====== Available records ======

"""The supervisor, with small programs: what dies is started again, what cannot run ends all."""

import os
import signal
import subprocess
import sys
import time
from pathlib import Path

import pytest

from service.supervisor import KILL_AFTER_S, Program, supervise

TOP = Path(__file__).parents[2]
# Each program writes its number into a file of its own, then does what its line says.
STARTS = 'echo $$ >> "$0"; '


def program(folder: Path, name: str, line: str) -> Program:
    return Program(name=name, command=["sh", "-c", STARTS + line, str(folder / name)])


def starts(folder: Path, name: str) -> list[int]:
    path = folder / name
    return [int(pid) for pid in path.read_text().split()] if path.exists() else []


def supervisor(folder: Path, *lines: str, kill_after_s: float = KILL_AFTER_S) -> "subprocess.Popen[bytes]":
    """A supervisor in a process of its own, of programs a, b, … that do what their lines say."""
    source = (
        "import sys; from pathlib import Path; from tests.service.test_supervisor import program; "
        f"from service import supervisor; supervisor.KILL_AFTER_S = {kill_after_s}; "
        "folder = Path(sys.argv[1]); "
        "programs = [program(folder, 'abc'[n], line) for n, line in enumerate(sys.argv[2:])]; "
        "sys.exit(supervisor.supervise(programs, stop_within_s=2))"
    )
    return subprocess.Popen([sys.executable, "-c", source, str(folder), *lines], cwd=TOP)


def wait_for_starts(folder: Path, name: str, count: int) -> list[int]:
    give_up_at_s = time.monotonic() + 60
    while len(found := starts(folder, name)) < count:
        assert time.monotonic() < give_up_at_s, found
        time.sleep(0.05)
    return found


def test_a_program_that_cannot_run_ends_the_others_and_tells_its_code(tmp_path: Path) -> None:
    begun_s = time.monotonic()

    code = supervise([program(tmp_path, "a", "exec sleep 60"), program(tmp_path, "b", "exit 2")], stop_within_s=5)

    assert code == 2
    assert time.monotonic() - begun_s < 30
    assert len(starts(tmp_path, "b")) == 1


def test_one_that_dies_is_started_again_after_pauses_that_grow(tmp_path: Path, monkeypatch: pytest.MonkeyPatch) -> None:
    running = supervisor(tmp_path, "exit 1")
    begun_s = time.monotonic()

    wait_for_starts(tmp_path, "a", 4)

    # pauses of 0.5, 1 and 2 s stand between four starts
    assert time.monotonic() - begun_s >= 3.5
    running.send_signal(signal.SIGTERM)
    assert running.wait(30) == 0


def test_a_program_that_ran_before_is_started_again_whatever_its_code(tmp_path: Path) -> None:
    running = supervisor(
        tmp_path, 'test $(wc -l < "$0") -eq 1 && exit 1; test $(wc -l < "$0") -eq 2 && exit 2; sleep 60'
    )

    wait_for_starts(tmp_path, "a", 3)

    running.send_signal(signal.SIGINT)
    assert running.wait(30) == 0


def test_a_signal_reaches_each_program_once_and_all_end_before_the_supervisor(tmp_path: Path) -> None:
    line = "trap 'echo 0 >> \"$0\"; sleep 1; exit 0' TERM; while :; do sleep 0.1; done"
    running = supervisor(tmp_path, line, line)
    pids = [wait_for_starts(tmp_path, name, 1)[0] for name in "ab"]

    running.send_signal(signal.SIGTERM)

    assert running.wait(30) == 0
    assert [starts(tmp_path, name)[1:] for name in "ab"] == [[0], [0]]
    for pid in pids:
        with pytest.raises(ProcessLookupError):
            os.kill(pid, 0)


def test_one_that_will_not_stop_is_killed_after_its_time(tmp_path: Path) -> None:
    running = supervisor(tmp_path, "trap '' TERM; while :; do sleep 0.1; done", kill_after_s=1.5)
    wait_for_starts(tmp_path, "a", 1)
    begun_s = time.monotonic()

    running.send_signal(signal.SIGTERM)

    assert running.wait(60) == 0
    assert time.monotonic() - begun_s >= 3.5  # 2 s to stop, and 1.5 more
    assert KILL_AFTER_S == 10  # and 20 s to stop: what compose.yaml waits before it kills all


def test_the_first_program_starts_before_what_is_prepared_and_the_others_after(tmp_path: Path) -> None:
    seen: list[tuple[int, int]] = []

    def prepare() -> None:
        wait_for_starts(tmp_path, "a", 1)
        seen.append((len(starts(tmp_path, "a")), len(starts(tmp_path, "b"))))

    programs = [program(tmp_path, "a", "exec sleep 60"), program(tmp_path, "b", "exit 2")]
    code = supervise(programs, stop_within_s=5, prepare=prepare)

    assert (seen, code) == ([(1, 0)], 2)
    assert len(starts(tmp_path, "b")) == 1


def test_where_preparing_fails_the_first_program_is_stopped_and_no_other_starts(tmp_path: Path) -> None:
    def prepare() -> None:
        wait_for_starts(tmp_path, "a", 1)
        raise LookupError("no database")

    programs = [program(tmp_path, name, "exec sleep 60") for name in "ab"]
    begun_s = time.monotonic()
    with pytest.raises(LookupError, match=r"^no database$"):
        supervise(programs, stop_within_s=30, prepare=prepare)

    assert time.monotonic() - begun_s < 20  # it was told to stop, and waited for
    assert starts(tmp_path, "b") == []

======
====== Available records ======

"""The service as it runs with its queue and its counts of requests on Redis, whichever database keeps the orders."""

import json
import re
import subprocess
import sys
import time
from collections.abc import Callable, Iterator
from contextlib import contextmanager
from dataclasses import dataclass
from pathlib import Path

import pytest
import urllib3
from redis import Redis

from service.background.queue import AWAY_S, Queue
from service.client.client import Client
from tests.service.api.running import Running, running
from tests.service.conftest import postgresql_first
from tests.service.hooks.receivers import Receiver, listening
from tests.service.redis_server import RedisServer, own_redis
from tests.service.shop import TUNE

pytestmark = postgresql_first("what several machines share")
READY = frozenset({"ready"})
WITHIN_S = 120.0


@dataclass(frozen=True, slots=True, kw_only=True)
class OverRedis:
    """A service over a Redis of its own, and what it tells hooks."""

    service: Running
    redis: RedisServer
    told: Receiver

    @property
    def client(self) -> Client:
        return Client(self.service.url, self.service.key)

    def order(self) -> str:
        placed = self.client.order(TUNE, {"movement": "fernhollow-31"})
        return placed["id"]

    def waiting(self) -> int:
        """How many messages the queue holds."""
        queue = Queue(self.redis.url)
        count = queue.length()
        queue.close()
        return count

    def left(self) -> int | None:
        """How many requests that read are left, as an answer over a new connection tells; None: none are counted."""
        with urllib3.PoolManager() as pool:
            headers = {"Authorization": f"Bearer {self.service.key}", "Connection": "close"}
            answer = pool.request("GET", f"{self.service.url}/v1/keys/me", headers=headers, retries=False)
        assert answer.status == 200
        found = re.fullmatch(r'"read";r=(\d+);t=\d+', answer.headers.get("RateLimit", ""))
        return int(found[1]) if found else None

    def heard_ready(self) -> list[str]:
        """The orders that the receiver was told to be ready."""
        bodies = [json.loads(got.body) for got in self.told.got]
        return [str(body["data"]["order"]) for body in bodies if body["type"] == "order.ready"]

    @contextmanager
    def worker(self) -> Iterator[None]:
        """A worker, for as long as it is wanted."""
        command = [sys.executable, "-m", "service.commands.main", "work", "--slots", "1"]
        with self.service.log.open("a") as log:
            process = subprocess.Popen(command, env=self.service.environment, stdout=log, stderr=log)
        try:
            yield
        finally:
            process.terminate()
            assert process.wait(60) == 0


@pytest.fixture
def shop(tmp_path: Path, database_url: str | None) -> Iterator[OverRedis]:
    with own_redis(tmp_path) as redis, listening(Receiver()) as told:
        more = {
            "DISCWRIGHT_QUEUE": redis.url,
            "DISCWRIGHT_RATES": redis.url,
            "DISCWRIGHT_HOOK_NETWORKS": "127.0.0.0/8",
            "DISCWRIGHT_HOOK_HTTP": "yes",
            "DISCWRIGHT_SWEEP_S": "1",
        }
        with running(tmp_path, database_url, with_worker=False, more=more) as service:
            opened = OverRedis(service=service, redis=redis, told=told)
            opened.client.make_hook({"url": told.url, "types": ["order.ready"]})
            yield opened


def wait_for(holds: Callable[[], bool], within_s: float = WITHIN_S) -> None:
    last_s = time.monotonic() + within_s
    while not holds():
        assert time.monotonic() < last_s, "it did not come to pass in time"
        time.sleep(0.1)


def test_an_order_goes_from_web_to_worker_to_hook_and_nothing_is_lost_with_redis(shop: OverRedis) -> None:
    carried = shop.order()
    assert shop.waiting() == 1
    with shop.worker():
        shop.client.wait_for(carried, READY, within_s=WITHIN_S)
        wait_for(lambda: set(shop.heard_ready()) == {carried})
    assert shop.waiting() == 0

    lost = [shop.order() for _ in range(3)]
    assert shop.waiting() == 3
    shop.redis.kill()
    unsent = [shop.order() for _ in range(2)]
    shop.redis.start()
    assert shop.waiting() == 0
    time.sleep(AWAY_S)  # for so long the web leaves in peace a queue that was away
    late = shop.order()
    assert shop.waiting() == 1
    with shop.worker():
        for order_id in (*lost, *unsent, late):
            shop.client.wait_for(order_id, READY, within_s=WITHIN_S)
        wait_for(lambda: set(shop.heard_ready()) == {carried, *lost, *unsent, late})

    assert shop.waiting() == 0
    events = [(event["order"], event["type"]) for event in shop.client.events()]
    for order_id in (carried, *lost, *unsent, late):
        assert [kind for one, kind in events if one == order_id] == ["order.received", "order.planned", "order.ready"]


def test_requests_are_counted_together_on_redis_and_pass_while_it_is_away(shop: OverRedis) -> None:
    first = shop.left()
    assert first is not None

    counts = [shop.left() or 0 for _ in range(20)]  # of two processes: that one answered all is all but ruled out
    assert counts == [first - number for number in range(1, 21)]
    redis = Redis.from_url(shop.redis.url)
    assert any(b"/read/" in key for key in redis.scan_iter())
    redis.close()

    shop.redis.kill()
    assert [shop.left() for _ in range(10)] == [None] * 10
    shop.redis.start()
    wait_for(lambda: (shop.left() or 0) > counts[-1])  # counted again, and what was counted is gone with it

======

● **Problem**: A complete answer reproduces every line of the records in which the word "contextmanager" occurs.

● **Solved exercise**:
from contextlib import contextmanager
    @contextmanager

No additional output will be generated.